The reason the current 6.12.x kernel is buggy – and let’s be frank the last 5-10 kernels have been really buggy – is because they are not LTS kernels. Development is going fast nowadays and there have been a lot of really unstable, sometimes unusable kernels for large groups of people using Fedora recently.

A properly vetted LTS kernel would never be that unstable in terms of basic operations such as suspend/resume, GPU stability, CPU scaling etc.

2 Likes

6.12 is an LTS kernel as I understand it.

Yes but LTS mostly means that it will be feature-frozen, so there will be no new potential regressions as regularly happens with the mainline kernels. It will only receive bugfixes and security backports for the supported period, which is currently set to 2 years (previously 6 years) by the stable kernel maintainers.

Yes is is. If someone would use LTS kernel it will use the older version 6.6 to avoid hiccups. This means there are less users testing the newest kernels while this means less proved fixes to include into the next LTS version what means LTS is not so good as it is today.

An other point is that, LTS kernels are more used, for systems which not change so fast as Mobile & Workstations in general do. And also the Enterprise market will have an advantage compared to the Stable cycle of kernels.

Decreasing LTS from 6 to 2 yer support also shows that the responsibility to keep a kernel running so long is a big load and it gets expensive.

As much as I would like to see the LTS kernel in the official Repositories of Fedora, as much I am also happy “to be different” to other main Distributions which already have this practice, using the LTS kernel. We would probably loose our agility we do have now, being fast and going after new technologies. We would also slide into a bigger competition with our Enterprise sponsors, while we do aim to be more complementary at the moment, testing new technologies for them.

Probably, we should talk about, how we could being better to release new kernel versions including the patches which cause this regression. To keep our stable version more stable and focus on that, instead of reaching for the LTS versions.

A rescue kernel is to rescue a system and should not be used for productive manner. As already mentioned a rescue kernel has to be good enough to boot the system and rescue it.

1 Like

The problem is that kernel releases go so quickly, with a new subversion every 1-2 weeks, that it’s impossible to keep up with testing. Version 6.x.1 will have an AMD regression, then 6.x.2 an Intel regression, 6.x.3 will not resume from suspend for X% of users and so on.

As Fedora users we are guinea pigs for the stable distributions downstream, which i understand, but the kernel instability that has been visible the last 6 months or so is a bit concerning.
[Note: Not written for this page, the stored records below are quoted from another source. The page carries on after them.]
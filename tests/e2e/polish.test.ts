// The animals page, label sizes, the breeding register and a new collection's first run, at
// 360 px (and the animals page at 1280 px), with axe-core in the light, dark and night themes.
import fs from 'node:fs';
import type { Page } from 'playwright-core';
import { describe, expect, it } from 'vitest';
import { expectAccessible, phonePage, screenshot, signInAsDemo, useE2e } from './support';

const env = useE2e();

async function inEveryTheme(page: Page, label: string) {
  for (const theme of ['light', 'dark', 'night'] as const) {
    await page.evaluate((t) => (document.documentElement.dataset.theme = t), theme);
    await expectAccessible(page, `${label} (${theme})`, theme);
    await screenshot(page, `polish-${label.replace(/\W+/g, '-')}-${theme}`);
  }
}

/** Whether an animal card covers the point `y` px down the viewport (no blank band there). */
const rowAt = (page: Page, y: number) =>
  page.evaluate((at) => {
    const items = [...document.querySelectorAll('ul[aria-label="Animals"] > li')];
    return items.some((li) => {
      const r = li.getBoundingClientRect();
      return r.top <= at && r.bottom >= at;
    });
  }, y);

describe('the animals page at 360 px', () => {
  it('shows the first animal before any tool or filter, folds filters away and never leaves blank rows', async () => {
    const { context, page, consoleErrors } = await phonePage(env.browser);
    await signInAsDemo(page, env.server.baseUrl, 'owner@northlight.test');
    await page.getByRole('link', { name: 'Animals', exact: true }).click();
    await page.waitForURL('**/animals');
    const list = page.getByRole('list', { name: 'Animals' });
    await list.getByRole('listitem').first().waitFor();
    // One primary action and one menu; the filters are one folded line with no count yet.
    expect(await page.getByRole('link', { name: 'Add animal' }).isVisible()).toBe(true);
    expect(await page.getByLabel('Stage').isVisible()).toBe(false);
    const first = await list.getByRole('listitem').first().boundingBox();
    expect(first!.y + 60).toBeLessThan(740 - 64);
    await inEveryTheme(page, 'animals phone');
    await page.evaluate(() => (document.documentElement.dataset.theme = 'light'));

    // The menu holds the other tools.
    await page.getByText('More', { exact: true }).click();
    for (const name of ['Print labels', 'Breeding', 'Import CSV', 'Places'])
      expect(await page.getByRole('link', { name, exact: true }).isVisible()).toBe(true);
    await page.getByText('More', { exact: true }).click();

    // Filters open on demand and say how many are on.
    await page.getByText('Filters', { exact: true }).click();
    await page.getByLabel('Stage').selectOption('sling');
    await expect.poll(() => page.getByText('1 on', { exact: true }).count()).toBe(1);
    await expect.poll(() => page.getByText(/^\d+ of 43 animals/).innerText()).toMatch(/^26 of/);
    await screenshot(page, 'polish-animals-filtered');
    await page.getByRole('button', { name: 'Clear filters' }).click();
    await expect.poll(() => page.getByText('43 of 43 animals').count()).toBe(1);
    await page.getByText('Filters', { exact: true }).click();

    // Scrolled anywhere, rows fill the screen from top to the tab bar: no blank band.
    for (const y of [600, 1800, 3000]) {
      await page.evaluate((to) => window.scrollTo(0, to), y);
      await page.waitForTimeout(300);
      for (const at of [120, 400, 740 - 90]) expect(await rowAt(page, at), `${y}+${at}`).toBe(true);
    }
    await screenshot(page, 'polish-animals-scrolled');

    // A new page opens at its top.
    await page.evaluate(() => window.scrollTo(0, 1800));
    await page.waitForTimeout(200);
    await list.getByRole('link').filter({ visible: true }).first().click();
    await page.waitForURL(/\/animals\/[0-9a-f-]{36}$/);
    await page.getByRole('heading', { level: 1 }).waitFor();
    // Opened at its top (ScrollRestoration scrolls as the new page lays out).
    await expect.poll(() => page.evaluate(() => window.scrollY), { timeout: 2_000 }).toBe(0);
    // The animal page opens with its name, not a photo placeholder.
    const headings = await page.locator('main h1').allInnerTexts();
    expect(headings).toHaveLength(1);
    await page.goBack();
    await page.waitForURL('**/animals');
    expect(consoleErrors).toEqual([]);
    await context.close();
  });

  it('uses a desktop’s width: a side column of links and a table without wrapped codes', async () => {
    const context = await env.browser.newContext({ viewport: { width: 1280, height: 800 } });
    const page = await context.newPage();
    await signInAsDemo(page, env.server.baseUrl, 'owner@northlight.test');
    await page.getByRole('link', { name: 'Animals', exact: true }).click();
    await page.getByRole('table').waitFor();
    const nav = (await page.getByRole('navigation', { name: 'Main' }).boundingBox())!;
    expect(nav.x).toBe(0);
    expect(nav.width).toBeLessThan(260);
    expect(nav.height).toBeGreaterThan(700);
    const table = (await page.getByRole('table').boundingBox())!;
    expect(table.width).toBeGreaterThan(900);
    // Each code stays on one line.
    const codeHeights = await page
      .locator('tbody td:nth-child(2) span')
      .evaluateAll((els) => els.map((e) => e.getBoundingClientRect().height));
    expect(Math.max(...codeHeights)).toBeLessThan(40);
    // The filters stand open on a wide screen.
    expect(await page.getByLabel('Stage').isVisible()).toBe(true);
    await inEveryTheme(page, 'animals desktop');
    // Desktop rows are not left blank while scrolling either.
    await page.evaluate(() => window.scrollTo(0, 1200));
    await page.waitForTimeout(300);
    const covered = await page.evaluate(() => {
      const rows = [...document.querySelectorAll('tbody tr:not([aria-hidden])')];
      return [150, 400, 750].every((at) =>
        rows.some((r) => {
          const b = r.getBoundingClientRect();
          return b.top <= at && b.bottom >= at;
        }),
      );
    });
    expect(covered).toBe(true);
    await context.close();
  });
});

describe('labels, the breeding register and a first run at 360 px', () => {
  it('prints 19 mm squares (and says what each size carries), and makes their PDF', async () => {
    const { context, page, consoleErrors } = await phonePage(env.browser);
    await signInAsDemo(page, env.server.baseUrl, 'owner@northlight.test');
    await page.goto(`${env.server.baseUrl}/labels`);
    await page.getByLabel('Clutch').selectOption('H. formosus sac 1');
    await page.getByRole('button', { name: 'Choose all 24 shown' }).click();
    const sizes = page.getByRole('group', { name: 'Label size' });
    // Each size says what it carries; the 38 mm default keeps the name and species.
    await expect.poll(() => sizes.innerText()).toMatch(/38 mm square\s*Code, name, species, stage/);
    await page.getByText('19 mm square', { exact: true }).click();
    await expect.poll(() => sizes.innerText()).toMatch(/19 mm square\s*Code only/);
    await expect
      .poll(() => page.getByText(/^24 labels on 1 sheet/).innerText())
      .toMatch(/squares 0\.50 mm · short QR for the Scan screen/);
    expect(await page.getByText(/Rackside’s Scan screen opens the animal/).count()).toBe(1);
    expect(await page.getByRole('alert').count()).toBe(0);
    await inEveryTheme(page, 'labels 19 mm');

    const [download] = await Promise.all([
      page.waitForEvent('download'),
      page.getByRole('button', { name: 'Download PDF' }).click(),
    ]);
    const file = await download.path();
    expect(fs.readFileSync(file).subarray(0, 5).toString()).toBe('%PDF-');
    expect(consoleErrors).toEqual([]);
    await context.close();
  });

  it('shows the demo’s sacs and its 24-sling clutch in the breeding register, in words and local dates', async () => {
    const { context, page, consoleErrors } = await phonePage(env.browser);
    await signInAsDemo(page, env.server.baseUrl, 'owner@northlight.test');
    await page.goto(`${env.server.baseUrl}/breeding`);
    const register = page.getByRole('list', { name: 'Egg sacs, egg cases and broods' });
    await register.getByRole('listitem').first().waitFor();
    expect(await register.getByRole('listitem').count()).toBeGreaterThanOrEqual(5);
    const clutch = register.getByRole('listitem').filter({ hasText: 'H. formosus sac 1' });
    await expect.poll(() => clutch.innerText()).toMatch(/potted up 24/);
    // Its dates are words ("Laid Sun 5 Jul"), not ISO strings.
    expect(await clutch.locator('p').nth(1).innerText()).not.toMatch(/\d{4}-\d{2}-\d{2}/);
    expect(await page.getByRole('note', { name: 'About the breeding register' }).count()).toBe(0);
    await clutch.scrollIntoViewIfNeeded();
    await inEveryTheme(page, 'breeding register');
    expect(consoleErrors).toEqual([]);
    await context.close();
  });

  it('greets a new, empty collection with a first-run guide, and its register with help', async () => {
    const { context, page, consoleErrors } = await phonePage(env.browser);
    await signInAsDemo(page, env.server.baseUrl, 'partner@northlight.test');
    await page.goto(`${env.server.baseUrl}/collections/new`);
    await page.getByLabel('Collection name').fill('Shed rack');
    await page.getByLabel('Time zone').fill('Europe/Dublin');
    await page.getByRole('button', { name: 'Start the collection' }).click();
    await page.waitForURL('**/today');
    const guide = page.getByRole('region', { name: 'Start Shed rack' });
    await guide.waitFor();
    expect(await page.getByText('Nothing is due. Enjoy the quiet.').count()).toBe(0);
    expect(await page.getByRole('progressbar').count()).toBe(0);
    for (const name of ['Add an animal', 'Import a CSV file', 'Print labels'])
      expect(await guide.getByRole('link', { name }).isVisible()).toBe(true);
    await inEveryTheme(page, 'first run');

    await page.goto(`${env.server.baseUrl}/breeding`);
    await page.getByRole('note', { name: 'About the breeding register' }).waitFor();
    await inEveryTheme(page, 'empty register');

    await page.goto(`${env.server.baseUrl}/today`);
    await guide.getByRole('link', { name: 'Add an animal' }).click();
    await page.waitForURL('**/animals/new');
    expect(consoleErrors).toEqual([]);
    await context.close();
  });
});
Having a reliable kernel should imo be more important than to be bleeding edge, because with an unstable system all bets are off.
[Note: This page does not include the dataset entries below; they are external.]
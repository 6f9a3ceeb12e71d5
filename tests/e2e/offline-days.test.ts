// Days without signal (decision 015): the server stopped for real, the phone's clock moved over
// two local midnights, a tap on each day's round the phone built itself, reloads, then the
// signal back — each tap stored once on its own local date, each day's server round showing it
// done, and no screen labelled with a day it is not.
import { and, eq, gte } from 'drizzle-orm';
import type { Page } from 'playwright-core';
import { describe, expect, it } from 'vitest';
import { addDays, localDateOf } from '#shared/domain/local-dates';
import { DEMO_COLLECTION } from '../../server/access/demo-people';
import { events } from '../../server/db/schema/animals';
import { users } from '../../server/db/schema/users';
import { demoCollectionId } from '../../server/seed/demo';
import { underServiceWorker } from '../chromium';
import { expectAccessible, phonePage, screenshot, signInAsDemo, useE2e } from './support';

const env = useE2e();
const DAY_MS = 86_400_000;
const ZONE = DEMO_COLLECTION.timeZone;

const syncStatus = (page: Page) =>
  page
    .getByRole('status')
    .filter({ hasText: /saved|waiting|Saving|attention/ })
    .first()
    .innerText();
const cards = (page: Page) => page.getByRole('article');
const heading = (page: Page) => page.getByRole('heading', { level: 1 }).innerText();
/** A heading naming `date` in the person's locale ("Thu 3 Dec", "Thu, Dec 3"): its day of month. */
const names = (word: string, date: string) =>
  new RegExp(`^${word} · \\D*\\b${Number(date.slice(8))}\\b`);

/** Taps the first card's first one-tap outcome it offers (Ate, else Watered) and names the animal. */
async function tapFirst(page: Page): Promise<{ name: string; kind: 'ate' | 'watered' }> {
  for (const [label, kind] of [
    ['Ate', 'ate'],
    ['Watered', 'watered'],
  ] as const) {
    const card = cards(page)
      .filter({ has: page.getByRole('button', { name: label, exact: true }) })
      .first();
    if ((await card.count()) === 0) continue;
    const name = (await card.getAttribute('aria-label'))!.split(',')[0]!;
    await card.getByRole('button', { name: label, exact: true }).click();
    await expect.poll(() => card.innerText()).toMatch(new RegExp(`✓ ${label}`));
    return { name, kind };
  }
  throw new Error('No card offers Ate or Watered.');
}

describe('days without signal', () => {
  it('builds each new day on the phone, keeps its taps, and settles them onto the server’s rounds', async () => {
    const started = new Date();
    const { context, page, consoleErrors } = await phonePage(env.browser);
    await context.clock.install();
    await signInAsDemo(page, env.server.baseUrl, 'owner@northlight.test');
    await underServiceWorker(page);
    await cards(page).first().waitFor();
    await expect.poll(() => syncStatus(page), { timeout: 15_000 }).toMatch(/All saved/);
    // The engine input arrives with the round (a keeper's phone keeps it).
    await expect
      .poll(() =>
        page.evaluate(
          () =>
            new Promise<number>((resolve) => {
              const open = indexedDB.open('rackside');
              open.onsuccess = () => {
                const req = open.result
                  .transaction('engineInputs')
                  .objectStore('engineInputs')
                  .count();
                req.onsuccess = () => resolve(req.result);
              };
            }),
        ),
      )
      .toBe(1);
    const day0 = localDateOf(new Date(), ZONE);

    // The server goes out of reach, for real.
    await env.server.stop();
    const taps: { name: string; kind: string; date: string }[] = [];
    for (const days of [1, 2]) {
      await context.clock.setSystemTime(new Date(Date.now() + days * DAY_MS));
      const date = addDays(day0, days);
      await page.reload();
      await cards(page).first().waitFor();
      expect(await heading(page)).toMatch(names('Today', date));
      await expect.poll(() => page.getByText('Built on this phone').count()).toBe(1);
      expect(await page.getByText(/Not today’s round/).count()).toBe(0);
      expect(await page.getByText(/showing this phone’s copy built from records of/).count()).toBe(
        1,
      );
      await screenshot(page, `offline-days-0${days}-today`);
      const tapped = await tapFirst(page);
      taps.push({ ...tapped, date });
      // A reload keeps the tap on the phone's round.
      await page.reload();
      const card = page.getByRole('article', { name: new RegExp(`^${tapped.name},`) });
      await expect.poll(() => card.innerText()).toMatch(/✓ (Ate|Watered)/);
      await expectAccessible(page, `phone-built day ${days}`);

      // Tomorrow's preview is the day after this one, built here too.
      await page
        .getByRole('link', { name: /Tomorrow/ })
        .first()
        .click();
      await expect.poll(() => heading(page)).toMatch(names('Tomorrow', addDays(date, 1)));
      await expect.poll(() => page.getByText('Built on this phone').count()).toBe(1);
      await screenshot(page, `offline-days-0${days}-tomorrow`);
      await page.getByRole('link', { name: /Today/ }).first().click();
      await cards(page).first().waitFor();
    }
    expect(new Set(taps.map((t) => t.date)).size).toBe(2);

    // The signal comes back, with the server's clock where the phone's is.
    env.server.ctx.shiftClock(2 * DAY_MS);
    await env.server.resume();
    await page.reload();
    await expect.poll(() => syncStatus(page), { timeout: 30_000 }).toMatch(/All saved/);
    await expect
      .poll(() => page.getByText('Built on this phone').count(), { timeout: 15_000 })
      .toBe(0);
    expect(await heading(page)).toMatch(names('Today', addDays(day0, 2)));

    // Every tap stored once, on its own local date.
    const db = env.server.ctx.database.db;
    const [owner] = await db
      .select({ id: users.id })
      .from(users)
      .where(eq(users.email, 'owner@northlight.test'));
    const saved = await db
      .select()
      .from(events)
      .where(and(eq(events.recordedBy, owner!.id), gte(events.serverReceivedAt, started)));
    expect(saved.map((e) => [e.kind, localDateOf(e.effectiveAt, ZONE)]).sort()).toEqual(
      taps.map((t) => [t.kind, t.date]).sort(),
    );

    // Each day's server round shows its tap done.
    const collectionId = (await demoCollectionId(db))!;
    for (const t of taps) {
      const round = await env.server.ctx.services.rounds.round(collectionId, t.date);
      const item = round.items.find((i) => i.animal.name === t.name);
      expect(
        item?.outcomes.map((o) => o.kind),
        `${t.name} on ${t.date}`,
      ).toContain(t.kind);
    }
    // Today's round was built by the server before the phone's taps arrived: a meal from the
    // first day offline leaves no open feed task for that animal today.
    if (taps[0]!.kind === 'ate') {
      const round = await env.server.ctx.services.rounds.round(collectionId, taps[1]!.date);
      const feed = round.items
        .find((i) => i.animal.name === taps[0]!.name)
        ?.tasks.find((t) => t.kind === 'feed');
      expect(!feed || !!feed.done || !!feed.withdrawn || !!feed.serverWithdrawn).toBe(true);
      if (feed && !feed.done)
        await expect
          .poll(
            () => page.getByRole('article', { name: new RegExp(`^${taps[0]!.name},`) }).innerText(),
            { timeout: 20_000 },
          )
          .toMatch(/Not due any more/);
    }
    // And the phone now shows the server's round for today with its tap on it.
    const last = taps[1]!;
    await expect
      .poll(() => page.getByRole('article', { name: new RegExp(`^${last.name},`) }).innerText())
      .toMatch(/✓ (Ate|Watered)/);
    expect(
      consoleErrors.filter((e) => !/Failed to load resource|ERR_CONNECTION_REFUSED/.test(e)),
    ).toEqual([]);
    await context.close();
  });
});
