import { useShell } from '@/app/layout/use-shell';
import { Notice } from '@/components/ui/notice';
import { PlacesManager } from '@/features/animals/components/places-manager';

export function PlacesRoute() {
  const { collection } = useShell();
  if (!collection || collection.role === 'helper')
    return <Notice tone="info" title="Places are kept by the collection’s keepers." />;
  return (
    <div className="flex flex-col gap-3">
      <h1 className="text-3xl font-extrabold">Places</h1>
      <PlacesManager collectionId={collection.collectionId} />
    </div>
  );
}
It wouldn’t be necessary to be so unstable if Fedora’s kernel maintainers decided to not push through every kernel subversion but only 1 or 2 in every major cycle, after more thorough testing for major defects (cpu/gpu/suspend etc). But i suspect that’s not going to happen since the current approach seems to be a fundamental part of Fedora’s development cycles.
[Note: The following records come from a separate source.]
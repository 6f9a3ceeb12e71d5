import { randomUUID } from 'node:crypto';
import fs from 'node:fs/promises';
import { asc, count, eq, inArray } from 'drizzle-orm';
import type { NodePgDatabase } from 'drizzle-orm/node-postgres';
import { ANIMAL_COLUMNS, animalToRow } from '../../../shared/domain/csv/animal-columns';
import { writeCsv } from '../../../shared/domain/csv/csv-file';
import { clockTime } from '../../../shared/domain/local-dates';
import { BACKUP_FORMAT, BACKUP_VERSION, type BackupFile } from '../../../shared/schemas/backup';
import type { AnimalImportValues } from '../../../shared/schemas/import';
import type { Db } from '../../db/client';
import { animals, eggSacs, eventPhotos, events } from '../../db/schema/animals';
import { collections, locations } from '../../db/schema/collections';
import { users } from '../../db/schema/users';
import { HttpError } from '../../middleware/errors';
import type { AnimalsService } from '../animals/animals.service';
import { imageTypeOf } from '../photos/image-type';
import type { PhotosService } from '../photos/photos.service';
import type { RoundsService } from '../rounds/rounds.service';

const placeKey = (p: { room: string; rack: string; shelf: string; position: string }) => [p.room, p.rack, p.shelf, p.position].join('\u0000');

export const EVENT_COLUMNS = ['event_id', 'when_utc', 'local_date', 'local_time', 'animal_code', 'animal_name', 'what', 'details', 'recorded_by', 'flags'] as const;

/** Locations by place, created where the file names a place the collection does not have yet. */
async function placesFor(tx: Db, collectionId: string, wanted: { room: string; rack: string; shelf: string; position: string }[]): Promise<Map<string, string>> {
  const unique = new Map(wanted.map((p) => [placeKey(p), p]));
  const known = await tx.select().from(locations).where(eq(locations.collectionId, collectionId));
  const ids = new Map(known.map((l) => [placeKey(l), l.id]));
  const missing = [...unique.entries()].filter(([k]) => !ids.has(k)).map(([, p]) => p);
  if (missing.length) {
    const last = known.reduce((m, l) => Math.max(m, l.walkOrder), 0);
    const created = await tx.insert(locations).values(missing.map((p, i) => ({ collectionId, ...p, walkOrder: last + i + 1 }))).returning();
    for (const l of created) ids.set(placeKey(l), l.id);
  }
  return ids;
}

export function createDataService(db: NodePgDatabase, deps: { animals: AnimalsService; rounds: RoundsService; photos: PhotosService }) {
  async function collectionOf(collectionId: string) {
    const [c] = await db.select().from(collections).where(eq(collections.id, collectionId));
    return c!;
  }

  return {
    async animalsCsv(collectionId: string): Promise<string> {
      return writeCsv(ANIMAL_COLUMNS, (await deps.animals.list(collectionId)).map(animalToRow));
    },

    /** Every event, oldest first, with local date and time in the collection's zone. */
    async eventsCsv(collectionId: string): Promise<string> {
      const c = await collectionOf(collectionId);
      const rows = await db
        .select({ e: events, code: animals.labelCode, name: animals.name, by: users.displayName })
        .from(events)
        .innerJoin(animals, eq(animals.id, events.animalId))
        .leftJoin(users, eq(users.id, events.recordedBy))
        .where(eq(events.collectionId, collectionId))
        .orderBy(asc(events.effectiveAt), asc(events.id));
      const local = new Intl.DateTimeFormat('en-CA', { timeZone: c.timeZone, year: 'numeric', month: '2-digit', day: '2-digit' });
      return writeCsv(
        EVENT_COLUMNS,
        rows.map(({ e, code, name, by }) => ({
          event_id: e.id,
          when_utc: e.effectiveAt.toISOString(),
          local_date: local.format(e.effectiveAt),
          local_time: clockTime(e.effectiveAt.toISOString(), c.timeZone),
          animal_code: code,
          animal_name: name,
          what: e.kind,
          details: Object.keys(e.payload as object).length ? JSON.stringify(e.payload) : '',
          recorded_by: by ?? '',
          flags: e.flags.join(';'),
        })),
      );
    },

    /** Rows already checked by the import screen and again by the API schema; all or nothing. */
    async importAnimals(collectionId: string, rows: AnimalImportValues[]): Promise<number> {
      return db.transaction(async (tx) => {
        const places = await placesFor(tx, collectionId, rows.flatMap((r) => (r.place ? [r.place] : [])));
        return deps.animals.createMany(collectionId, rows.map(({ place, ...r }) => ({ ...r, locationId: place ? places.get(placeKey(place))! : null })), tx);
      });
    },

    async backup(collectionId: string): Promise<BackupFile> {
      const c = await collectionOf(collectionId);
      const places = await db.select().from(locations).where(eq(locations.collectionId, collectionId)).orderBy(asc(locations.walkOrder));
      const kept = await db.select().from(animals).where(eq(animals.collectionId, collectionId)).orderBy(asc(animals.labelCode));
      const history = await db.select().from(events).where(eq(events.collectionId, collectionId)).orderBy(asc(events.effectiveAt), asc(events.id));
      const sacs = await db.select().from(eggSacs).where(eq(eggSacs.collectionId, collectionId)).orderBy(asc(eggSacs.laidOn), asc(eggSacs.createdAt), asc(eggSacs.clutch));
      const moltPhotos = new Set((await db.select({ id: eventPhotos.eventId }).from(eventPhotos).where(eq(eventPhotos.collectionId, collectionId))).map((r) => r.id));
      const moltPhotoOf = async (e: (typeof history)[number]) =>
        moltPhotos.has(e.id) ? ((await fs.readFile(await deps.photos.moltFile(collectionId, e.animalId, e.id, 'full')).catch(() => null))?.toString('base64') ?? null) : null;
      const photoOf = async (a: (typeof kept)[number]) => (a.photoKey ? (await fs.readFile(await deps.photos.file(collectionId, a.id, 'full')).catch(() => null))?.toString('base64') ?? null : null);
      return {
        format: BACKUP_FORMAT,
        version: BACKUP_VERSION,
        exportedAt: new Date().toISOString(),
        collection: { name: c.name, timeZone: c.timeZone, rules: c.rules as Record<string, unknown> },
        locations: places.map(({ id, room, rack, shelf, position, walkOrder }) => ({ id, room, rack, shelf, position, walkOrder })),
        animals: await Promise.all(
          kept.map(async (a) => ({
            id: a.id,
            labelCode: a.labelCode,
            name: a.name,
            scientificName: a.scientificName,
            commonName: a.commonName,
            group: a.group,
            lifeStage: a.lifeStage,
            sex: a.sex,
            sizeMm: a.sizeMm,
            locationId: a.locationId,
            hasWaterDish: a.hasWaterDish,
            preyType: a.preyType,
            preySize: a.preySize,
            preyCount: a.preyCount,
            diet: a.diet,
            intervalDays: a.intervalDays,
            doNotFeedUntil: a.doNotFeedUntil,
            cautions: a.cautions,
            cautionNote: a.cautionNote,
            status: a.status,
            statusDate: a.statusDate,
            acquiredOn: a.acquiredOn,
            source: a.source,
            clutch: a.clutch,
            notes: a.notes,
            settings: a.settings as Record<string, unknown>,
            createdAt: a.createdAt.toISOString(),
            updatedAt: a.updatedAt.toISOString(),
            photo: await photoOf(a),
          })),
        ),
        eggSacs: sacs.map(({ collectionId: _c, createdAt, ...sac }) => ({ ...sac, createdAt: createdAt.toISOString() })),
        events: await Promise.all(history.map(async (e) => ({
          id: e.id,
          animalId: e.animalId,
          kind: e.kind as BackupFile['events'][number]['kind'],
          payload: e.payload as Record<string, unknown>,
          recordedBy: e.recordedBy,
          deviceId: e.deviceId,
          clientRecordedAt: e.clientRecordedAt.toISOString(),
          clientSentAt: e.clientSentAt?.toISOString() ?? null,
          serverReceivedAt: e.serverReceivedAt.toISOString(),
          effectiveAt: e.effectiveAt.toISOString(),
          flags: e.flags,
          photo: await moltPhotoOf(e),
        }))),
      };
    },

    /**
     * A backup into an empty collection. Every id is new (a backup may be restored beside its
     * original), and ids inside events (undo targets, places, partners) follow.
     */
    async restore(collectionId: string, file: BackupFile): Promise<{ animals: number; events: number }> {
      for (const { photo, what } of [...file.animals.map((a) => ({ photo: a.photo, what: a.name })), ...file.events.map((e) => ({ photo: e.photo ?? null, what: 'a molt' }))]) {
        if (photo !== null && imageTypeOf(Buffer.from(photo.slice(0, 24), 'base64')) !== 'webp') {
          throw new HttpError(422, 'invalid', `The photo of ${what} in this backup is not a WebP image.`);
        }
      }
      const result = await db.transaction(async (tx) => {
        const [{ n } = { n: 0 }] = await tx.select({ n: count() }).from(animals).where(eq(animals.collectionId, collectionId));
        const [{ n: places } = { n: 0 }] = await tx.select({ n: count() }).from(locations).where(eq(locations.collectionId, collectionId));
        if (n > 0 || places > 0) throw new HttpError(409, 'not_empty', 'Restore into an empty collection: this one already has animals or places.');
        const ids = new Map<string, string>();
        const fresh = (old: string) => {
          if (!ids.has(old)) ids.set(old, randomUUID());
          return ids.get(old)!;
        };
        const mapped = (old: unknown) => (typeof old === 'string' && ids.has(old) ? ids.get(old)! : old);
        if (file.locations.length) await tx.insert(locations).values(file.locations.map((l) => ({ ...l, id: fresh(l.id), collectionId })));
        const rows = file.animals.map(({ photo: _photo, createdAt, updatedAt, ...a }) => ({
          ...a,
          id: fresh(a.id),
          collectionId,
          locationId: a.locationId ? (ids.get(a.locationId) ?? null) : null,
          createdAt: new Date(createdAt),
          updatedAt: new Date(updatedAt),
        }));
        for (let i = 0; i < rows.length; i += 500) await tx.insert(animals).values(rows.slice(i, i + 500));
        if (file.eggSacs.some((sac) => !ids.has(sac.femaleId))) throw new HttpError(422, 'invalid', 'The backup has egg sacs for animals it does not contain.');
        if (file.eggSacs.length) await tx.insert(eggSacs).values(file.eggSacs.map((sac) => ({ ...sac, id: fresh(sac.id), collectionId, femaleId: ids.get(sac.femaleId)!, createdAt: new Date(sac.createdAt) })));
        for (const e of file.events) fresh(e.id);
        const known = new Set((await tx.select({ id: users.id }).from(users).where(inArray(users.id, [...new Set(file.events.flatMap((e) => (e.recordedBy ? [e.recordedBy] : [])))]))).map((u) => u.id));
        const history = file.events.map(({ photo: _photo, ...e }) => ({
          ...e,
          id: ids.get(e.id)!,
          collectionId,
          animalId: ids.get(e.animalId) ?? '',
          payload: Object.fromEntries(Object.entries(e.payload).map(([k, v]) => [k, mapped(v)])),
          recordedBy: e.recordedBy && known.has(e.recordedBy) ? e.recordedBy : null,
          clientRecordedAt: new Date(e.clientRecordedAt),
          clientSentAt: e.clientSentAt ? new Date(e.clientSentAt) : null,
          serverReceivedAt: new Date(e.serverReceivedAt),
          effectiveAt: new Date(e.effectiveAt),
        }));
        if (history.some((e) => !e.animalId)) throw new HttpError(422, 'invalid', 'The backup has events for animals it does not contain.');
        for (let i = 0; i < history.length; i += 1000) await tx.insert(events).values(history.slice(i, i + 1000));
        await tx.update(collections).set({ rules: file.collection.rules }).where(eq(collections.id, collectionId));
        return { animals: rows.length, events: history.length, ids };
      });
      for (const a of file.animals) {
        if (a.photo) await deps.photos.restore(collectionId, result.ids.get(a.id)!, Buffer.from(a.photo, 'base64'));
      }
      for (const e of file.events) {
        if (e.photo) await deps.photos.restoreMolt(collectionId, result.ids.get(e.id)!, Buffer.from(e.photo, 'base64'));
      }
      await deps.rounds.rebuildProjection(collectionId);
      return { animals: result.animals, events: result.events };
    },
  };
}
export type DataService = ReturnType<typeof createDataService>;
For my personal situation, and i have a very generic full-AMD laptop, the recent kernel updates feel a bit like Russian roulette. Every week i’m hoping that i can at least boot my computer. If i had to use my laptop professionally, which i currently don’t, i don’t know if i would take that risk.

I see your point here. But 6.12 would be the LTS candidate. Android for example will wait a few months before switching to it.

Meanwhile users would have 6.6 which is stable and LTS and could be used as a safe option if the current stable kernel is full of bugs

So you kinda invalidate your point here. The fact that 6.12 is so buggy proves my point. Using 6.11 is already long end-of-life!